И он остался один во мраке,
— Встаньте!
Они вышли с Таубе в салон.
— Что это у вас с рукой?
Переверзев вспыхнул.
— Так… ничего… Должно быть, я в трансе себя укусил…
На руке алел укус Берты, — два ряда четких ровных зубов.
— Это невозможно. В моей практике не было ни одного случая, чтобы загипнотизированный мною субъект причинил своему телу какой-нибудь вред.
Через неделю весь секретный доклад был переписан, все планы сняты и… Переверзев никому больше не нужен.
Таубе внушил ему, чтобы он забыл о Берте, о сеансах, о нем. И инженер перестал бывать.
VI. НАДО БЕЖАТЬ!
Однажды ночью Берта слышит стук в дверь ее комнаты.
— Берта, отоприте! Мне надо сказать вам два слова! — раздался голос Таубе.
— Говорите, я расслышу и сквозь дверь!
— Мне надо вас видеть!
— Но я уже разделась!
— Тем лучше!
— Нахал! Пошел прочь!
Завтра же надо уехать отсюда!
Почувствовав опасность, Берта решила бежать. Но такие особы, как она, без боя не сдаются.

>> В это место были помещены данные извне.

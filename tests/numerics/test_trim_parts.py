"""The parts of the trim by themselves: starts, differences, steps in a box, noise, open directions."""

from __future__ import annotations

import numpy as np
import pytest
from trimming import plant_of, trimmed

from linverify.core.case import Interval, TrimAsk
from linverify.core.outcome import Outcome
from linverify.numerics.equations import Equations, Slack, equations
from linverify.numerics.newton import jacobian, pseudo_inverse, solve
from linverify.numerics.roots import open_directions, roots_among, roughness
from linverify.numerics.starts import halton, start_points


def _system(dynamics, states, find, **limits) -> Equations:
    envelope = {name: Interval(*pair) for name, pair in limits.items()}
    return equations(plant_of(dynamics, states), TrimAsk(hold={}, find=tuple(find.split())), envelope, {}, 0.0)


def test_the_first_points_of_the_low_discrepancy_set():
    expected = [[1 / 2, 1 / 4, 3 / 4, 1 / 8], [1 / 3, 2 / 3, 1 / 9, 4 / 9], [1 / 5, 2 / 5, 3 / 5, 4 / 5]]
    np.testing.assert_allclose(halton(4, 3), expected, rtol=1e-15)


@pytest.mark.parametrize("limits", [(-2.0, 5.0), (-2.0, np.inf), (-np.inf, 5.0), (-np.inf, np.inf)])
def test_starts_lie_inside_the_bounds_and_reach_far_on_open_sides(limits):
    points = start_points(_system(lambda t, x, u, p: -x, "x", "x", x=limits))
    assert np.isfinite(points).all()
    assert points.min() >= limits[0]
    assert points.max() <= limits[1]
    assert np.ptp(points) > 6.0


def test_more_unknowns_get_more_starts_up_to_a_limit():
    counts = [start_points(_system(lambda t, x, u, p: -x, " ".join(f"x{i}" for i in range(n)), "x0 x1 x2"[: 3 * n - 1]))
              for n in (1, 3)]  # fmt: skip
    assert [points.shape[1] for points in counts] == [24, 40]


def test_differences_stay_inside_the_box_and_use_the_side_that_can_be_called():
    def edge(t, x, u, p):
        return np.where(x < 1.0, np.nan, x**2)

    system = _system(edge, "x", "x", x=(0.0, 3.0))
    z = np.array([[1.0, 2.0, 3.0]])
    slopes = jacobian(system, z, system.residual(z))
    np.testing.assert_allclose(slopes[:, 0, 0], [2.0, 4.0, 6.0], rtol=1e-5)


def test_the_shortest_step_of_a_redundant_system():
    slopes = np.array([[[1.0, 1.0], [2.0, 2.0]]])
    step = -pseudo_inverse(slopes)[0] @ np.array([2.0, 4.0])
    np.testing.assert_allclose(step, [-1.0, -1.0], rtol=1e-12)


def test_elimination_and_singular_values_agree():
    generator = np.random.default_rng(4)
    matrices = generator.normal(size=(20, 4, 4))
    singular = matrices.copy()
    singular[::2, 3] = singular[::2, 0] + singular[::2, 1]
    np.testing.assert_allclose(pseudo_inverse(matrices), np.linalg.inv(matrices), rtol=1e-9)
    for matrix, inverse in zip(singular, pseudo_inverse(singular), strict=True):
        np.testing.assert_allclose(matrix @ inverse @ matrix, matrix, atol=1e-9)


def test_an_unknown_on_its_bound_stays_there_while_the_others_solve():
    def dynamics(t, x, u, p):
        return np.stack([x[0] + x[1] - 3.0, 0.0 * x[0]])

    system = _system(dynamics, "a b", "a b", a=(0.0, 1.0))
    ends = solve(system, np.array([[1.0], [0.0]]))
    np.testing.assert_allclose(ends.z[:, 0], [1.0, 2.0], rtol=1e-9)


def test_a_slack_relaxes_its_equation_only():
    system = _system(lambda t, x, u, p: x - np.array([[1.0], [2.0]]) if x.ndim == 2 else x - [1.0, 2.0], "a b", "a b")
    relaxed = system.relaxed(Slack(1))
    assert (relaxed.count, relaxed.all_unknowns) == (3, ("a", "b", "b"))
    np.testing.assert_allclose(relaxed.residual(np.array([[1.0], [5.0], [3.0]]))[:, 0], [0.0, 0.0], atol=1e-15)
    assert relaxed.point(np.array([1.0, 5.0, 3.0])).residuals == {"a": 0.0, "b": 3.0}


def test_open_directions_do_not_depend_on_the_sizes_of_rows():
    slopes = np.diag([1e8, 1e-6])
    assert open_directions(slopes).shape == (2, 0)
    direction = open_directions(np.array([[1e8, -1e8], [1e-6, -1e-6]]))
    np.testing.assert_allclose(np.abs(direction[:, 0]), np.sqrt([0.5, 0.5]), rtol=1e-9)


def test_an_influence_of_round_off_alone_is_none():
    # `place` enters by the rounding of a large sum only; taken for an influence it would hide the family
    def dynamics(t, x, u, p):
        return np.stack([1.0 - x[1], (x[0] + 1e6) - 1e6 - x[0]])

    assert trimmed(plant_of(dynamics, "place speed"), "place speed").outcome is Outcome.FAMILY


def test_noise_is_measured_in_the_equations():
    system = _system(lambda t, x, u, p: np.round(x, 6) - 1.0, "x", "x")
    rough = roughness(system, np.array([1.0]))
    assert 1e-8 < rough.coarse[0] < 1e-5


def test_a_point_within_the_accuracy_but_far_from_solved_is_no_root():
    system = _system(lambda t, x, u, p: np.exp(-x), "x", "x", x=(0.0, 30.0))
    ends = solve(system, np.array([[25.0]]), iterations=0)
    found = roots_among(system, ends, 1e-8)
    assert (found.roots, len(found.fading)) == ((), 1)


@pytest.mark.parametrize("count", [1, 2])
@pytest.mark.parametrize("seed", range(12))
def test_products_of_random_parabolas(count, seed):
    """Every root of rotated and mixed parabolas is found, and of them the nearest to the start is chosen."""
    generator = np.random.default_rng([count, seed])
    roots = generator.uniform(-3, 3, (count, 2))
    turn, _ = np.linalg.qr(generator.normal(size=(count, count)))
    mix = generator.normal(size=(count, count)) + 2.0 * np.eye(count)

    def dynamics(t, x, u, p):
        z = turn @ x
        return mix @ np.stack([(z[i] - roots[i, 0]) * (z[i] - roots[i, 1]) for i in range(count)])

    names = [f"x{i}" for i in range(count)]
    start = generator.uniform(-3, 3, count)
    result = trimmed(
        plant_of(dynamics, " ".join(names)), " ".join(names), start=dict(zip(names, start, strict=True)),
        limits=dict.fromkeys(names, (-5.0, 5.0)),
    )  # fmt: skip
    choices = np.stack(np.meshgrid(*roots), axis=-1).reshape(-1, count)
    points = choices @ turn  # the inverse of a turn is its transpose
    inside = points[np.abs(points).max(axis=1) <= 5.0]
    nearest = inside[np.argmin(np.linalg.norm(inside - start, axis=1))]
    np.testing.assert_allclose(result.point.x, nearest, atol=1e-8)
    assert len(result.others) + 1 == len(inside)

Берта понимает, что Таубе покушается именно на ее честь и вспоминает те два-три случая, когда попытка усыпить ее ему не удалась. Сейчас ее интересует главным образом вопрос о том, возможно ли загипнотизировать данного субъекта против его воли.
Большинство авторитетов говорит, что невозможно.
Не может, кажется, гипнотизер и обыкновенный сон перевести в гипнотический.
Берта облегченно вздохнула:
— Ну, а если это так, мы еще поборемся!
7
В три па (фр.).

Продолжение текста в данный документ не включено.